All that should appear is the run of lines from the one containing "if not isinstance(raw, list)" through the end of the records, each repeated exactly.

RECORDS SUPPLIED:

* * * *

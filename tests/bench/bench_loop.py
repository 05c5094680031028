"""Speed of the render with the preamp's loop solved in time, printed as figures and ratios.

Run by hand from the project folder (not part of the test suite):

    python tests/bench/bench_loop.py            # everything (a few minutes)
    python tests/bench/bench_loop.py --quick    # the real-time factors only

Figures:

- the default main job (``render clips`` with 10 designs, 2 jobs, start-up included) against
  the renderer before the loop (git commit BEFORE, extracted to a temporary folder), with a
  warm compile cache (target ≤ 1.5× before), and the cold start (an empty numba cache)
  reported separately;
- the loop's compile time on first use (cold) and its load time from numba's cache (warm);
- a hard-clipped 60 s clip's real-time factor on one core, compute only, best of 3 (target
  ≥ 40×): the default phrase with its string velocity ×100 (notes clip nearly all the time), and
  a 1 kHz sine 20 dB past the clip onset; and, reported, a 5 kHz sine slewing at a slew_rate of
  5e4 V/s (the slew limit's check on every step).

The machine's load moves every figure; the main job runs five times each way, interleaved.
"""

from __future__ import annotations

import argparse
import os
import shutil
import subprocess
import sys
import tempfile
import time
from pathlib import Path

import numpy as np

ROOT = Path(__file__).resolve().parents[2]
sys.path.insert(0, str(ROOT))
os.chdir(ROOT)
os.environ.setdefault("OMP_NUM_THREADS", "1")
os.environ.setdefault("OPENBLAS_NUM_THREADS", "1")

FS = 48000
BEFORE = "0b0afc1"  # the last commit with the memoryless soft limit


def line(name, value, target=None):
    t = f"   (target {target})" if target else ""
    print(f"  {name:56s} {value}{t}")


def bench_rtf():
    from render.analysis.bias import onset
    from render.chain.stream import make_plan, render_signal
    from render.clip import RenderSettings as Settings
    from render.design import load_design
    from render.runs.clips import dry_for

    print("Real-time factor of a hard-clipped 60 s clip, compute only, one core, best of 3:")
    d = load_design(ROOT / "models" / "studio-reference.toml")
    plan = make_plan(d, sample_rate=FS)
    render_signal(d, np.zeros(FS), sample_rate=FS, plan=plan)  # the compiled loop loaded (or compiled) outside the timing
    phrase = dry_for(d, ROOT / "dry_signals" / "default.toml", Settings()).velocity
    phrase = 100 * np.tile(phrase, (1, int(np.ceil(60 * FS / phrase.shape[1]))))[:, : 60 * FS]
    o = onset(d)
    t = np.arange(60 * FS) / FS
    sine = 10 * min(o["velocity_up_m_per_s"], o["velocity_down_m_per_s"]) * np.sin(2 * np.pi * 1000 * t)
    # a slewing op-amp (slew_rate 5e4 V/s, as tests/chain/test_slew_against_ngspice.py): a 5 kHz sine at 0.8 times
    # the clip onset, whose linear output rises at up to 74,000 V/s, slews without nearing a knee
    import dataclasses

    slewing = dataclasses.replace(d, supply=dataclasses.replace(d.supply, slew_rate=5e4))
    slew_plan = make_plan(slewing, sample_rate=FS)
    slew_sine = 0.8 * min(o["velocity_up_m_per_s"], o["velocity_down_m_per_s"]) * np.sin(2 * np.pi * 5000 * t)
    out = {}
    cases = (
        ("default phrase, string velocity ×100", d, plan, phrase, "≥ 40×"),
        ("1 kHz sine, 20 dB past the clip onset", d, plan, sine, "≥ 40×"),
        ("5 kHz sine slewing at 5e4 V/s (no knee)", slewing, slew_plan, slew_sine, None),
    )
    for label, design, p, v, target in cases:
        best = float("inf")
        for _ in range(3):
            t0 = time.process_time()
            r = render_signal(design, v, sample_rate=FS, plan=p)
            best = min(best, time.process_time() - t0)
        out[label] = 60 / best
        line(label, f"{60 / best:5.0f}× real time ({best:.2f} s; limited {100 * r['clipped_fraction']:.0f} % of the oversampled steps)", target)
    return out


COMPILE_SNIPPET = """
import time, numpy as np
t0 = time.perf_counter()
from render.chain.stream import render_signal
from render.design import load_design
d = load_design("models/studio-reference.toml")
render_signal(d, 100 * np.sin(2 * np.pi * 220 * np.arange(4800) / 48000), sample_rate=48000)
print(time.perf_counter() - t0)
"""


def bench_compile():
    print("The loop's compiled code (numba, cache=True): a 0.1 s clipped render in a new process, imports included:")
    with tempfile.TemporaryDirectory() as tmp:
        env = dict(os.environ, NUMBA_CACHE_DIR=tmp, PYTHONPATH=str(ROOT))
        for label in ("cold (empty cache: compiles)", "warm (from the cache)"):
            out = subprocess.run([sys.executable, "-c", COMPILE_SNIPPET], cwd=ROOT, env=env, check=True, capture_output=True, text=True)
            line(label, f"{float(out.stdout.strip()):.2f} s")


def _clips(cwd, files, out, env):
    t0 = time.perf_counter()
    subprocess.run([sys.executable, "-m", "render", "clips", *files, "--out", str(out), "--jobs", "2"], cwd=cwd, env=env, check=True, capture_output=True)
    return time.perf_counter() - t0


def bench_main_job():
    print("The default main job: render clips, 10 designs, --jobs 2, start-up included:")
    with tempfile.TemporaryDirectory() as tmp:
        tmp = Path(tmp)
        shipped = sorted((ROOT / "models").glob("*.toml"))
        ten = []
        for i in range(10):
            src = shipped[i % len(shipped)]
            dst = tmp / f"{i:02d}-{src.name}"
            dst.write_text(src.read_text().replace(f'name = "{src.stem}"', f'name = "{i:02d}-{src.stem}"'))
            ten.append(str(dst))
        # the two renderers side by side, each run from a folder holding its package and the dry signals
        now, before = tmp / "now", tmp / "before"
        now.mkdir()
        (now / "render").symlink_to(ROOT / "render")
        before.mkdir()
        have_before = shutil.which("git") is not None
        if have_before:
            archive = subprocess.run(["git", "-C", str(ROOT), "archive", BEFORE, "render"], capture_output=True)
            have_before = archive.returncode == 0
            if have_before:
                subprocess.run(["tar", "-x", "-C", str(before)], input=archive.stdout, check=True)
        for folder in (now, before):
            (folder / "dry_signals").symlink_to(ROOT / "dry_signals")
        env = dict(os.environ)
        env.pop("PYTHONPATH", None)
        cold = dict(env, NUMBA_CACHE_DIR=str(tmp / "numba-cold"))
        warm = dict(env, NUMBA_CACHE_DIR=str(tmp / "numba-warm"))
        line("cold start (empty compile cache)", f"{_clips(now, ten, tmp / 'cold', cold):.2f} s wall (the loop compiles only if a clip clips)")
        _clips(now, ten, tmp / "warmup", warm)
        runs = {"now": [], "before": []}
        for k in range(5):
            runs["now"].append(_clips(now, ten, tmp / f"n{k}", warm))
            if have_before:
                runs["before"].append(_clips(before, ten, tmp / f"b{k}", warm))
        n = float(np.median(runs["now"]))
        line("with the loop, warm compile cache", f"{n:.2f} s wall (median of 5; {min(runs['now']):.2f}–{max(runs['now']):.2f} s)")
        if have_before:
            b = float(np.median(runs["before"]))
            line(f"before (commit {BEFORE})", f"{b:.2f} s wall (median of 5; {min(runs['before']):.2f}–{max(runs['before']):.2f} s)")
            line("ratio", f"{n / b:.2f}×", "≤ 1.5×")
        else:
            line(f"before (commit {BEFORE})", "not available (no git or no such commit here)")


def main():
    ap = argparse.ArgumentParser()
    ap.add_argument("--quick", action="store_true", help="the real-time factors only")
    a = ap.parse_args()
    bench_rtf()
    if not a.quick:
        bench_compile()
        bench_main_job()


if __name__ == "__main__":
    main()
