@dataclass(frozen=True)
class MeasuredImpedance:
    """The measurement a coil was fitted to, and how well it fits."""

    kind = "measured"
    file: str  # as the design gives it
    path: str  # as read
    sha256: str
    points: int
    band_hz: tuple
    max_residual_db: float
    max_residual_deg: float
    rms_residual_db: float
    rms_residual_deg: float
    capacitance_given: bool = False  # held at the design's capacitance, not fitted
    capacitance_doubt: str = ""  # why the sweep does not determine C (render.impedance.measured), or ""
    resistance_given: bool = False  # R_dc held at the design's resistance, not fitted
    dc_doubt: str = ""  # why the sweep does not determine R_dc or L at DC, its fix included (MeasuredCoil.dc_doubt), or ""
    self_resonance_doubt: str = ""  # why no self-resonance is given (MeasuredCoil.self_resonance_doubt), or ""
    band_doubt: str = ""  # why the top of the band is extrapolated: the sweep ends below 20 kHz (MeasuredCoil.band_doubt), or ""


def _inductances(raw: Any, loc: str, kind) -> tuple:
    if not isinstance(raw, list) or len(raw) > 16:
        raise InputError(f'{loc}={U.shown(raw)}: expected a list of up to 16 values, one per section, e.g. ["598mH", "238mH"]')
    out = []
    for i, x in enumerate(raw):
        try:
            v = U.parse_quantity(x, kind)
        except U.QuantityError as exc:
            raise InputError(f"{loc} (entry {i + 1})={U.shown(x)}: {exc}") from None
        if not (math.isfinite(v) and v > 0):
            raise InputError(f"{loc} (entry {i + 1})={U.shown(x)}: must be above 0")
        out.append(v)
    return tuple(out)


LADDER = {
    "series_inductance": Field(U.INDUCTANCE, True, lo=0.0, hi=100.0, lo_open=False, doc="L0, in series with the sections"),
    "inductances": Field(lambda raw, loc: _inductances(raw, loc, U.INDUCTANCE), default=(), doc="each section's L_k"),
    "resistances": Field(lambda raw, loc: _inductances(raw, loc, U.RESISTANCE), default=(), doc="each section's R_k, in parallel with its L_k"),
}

* * * *

EXERCISE SOLUTION:
    if not isinstance(raw, list) or len(raw) > 16:
        raise InputError(f'{loc}={U.shown(raw)}: expected a list of up to 16 values, one per section, e.g. ["598mH", "238mH"]')
    out = []
    for i, x in enumerate(raw):
        try:
            v = U.parse_quantity(x, kind)
        except U.QuantityError as exc:
            raise InputError(f"{loc} (entry {i + 1})={U.shown(x)}: {exc}") from None
        if not (math.isfinite(v) and v > 0):
            raise InputError(f"{loc} (entry {i + 1})={U.shown(x)}: must be above 0")
        out.append(v)
    return tuple(out)


LADDER = {
    "series_inductance": Field(U.INDUCTANCE, True, lo=0.0, hi=100.0, lo_open=False, doc="L0, in series with the sections"),
    "inductances": Field(lambda raw, loc: _inductances(raw, loc, U.INDUCTANCE), default=(), doc="each section's L_k"),
    "resistances": Field(lambda raw, loc: _inductances(raw, loc, U.RESISTANCE), default=(), doc="each section's R_k, in parallel with its L_k"),
}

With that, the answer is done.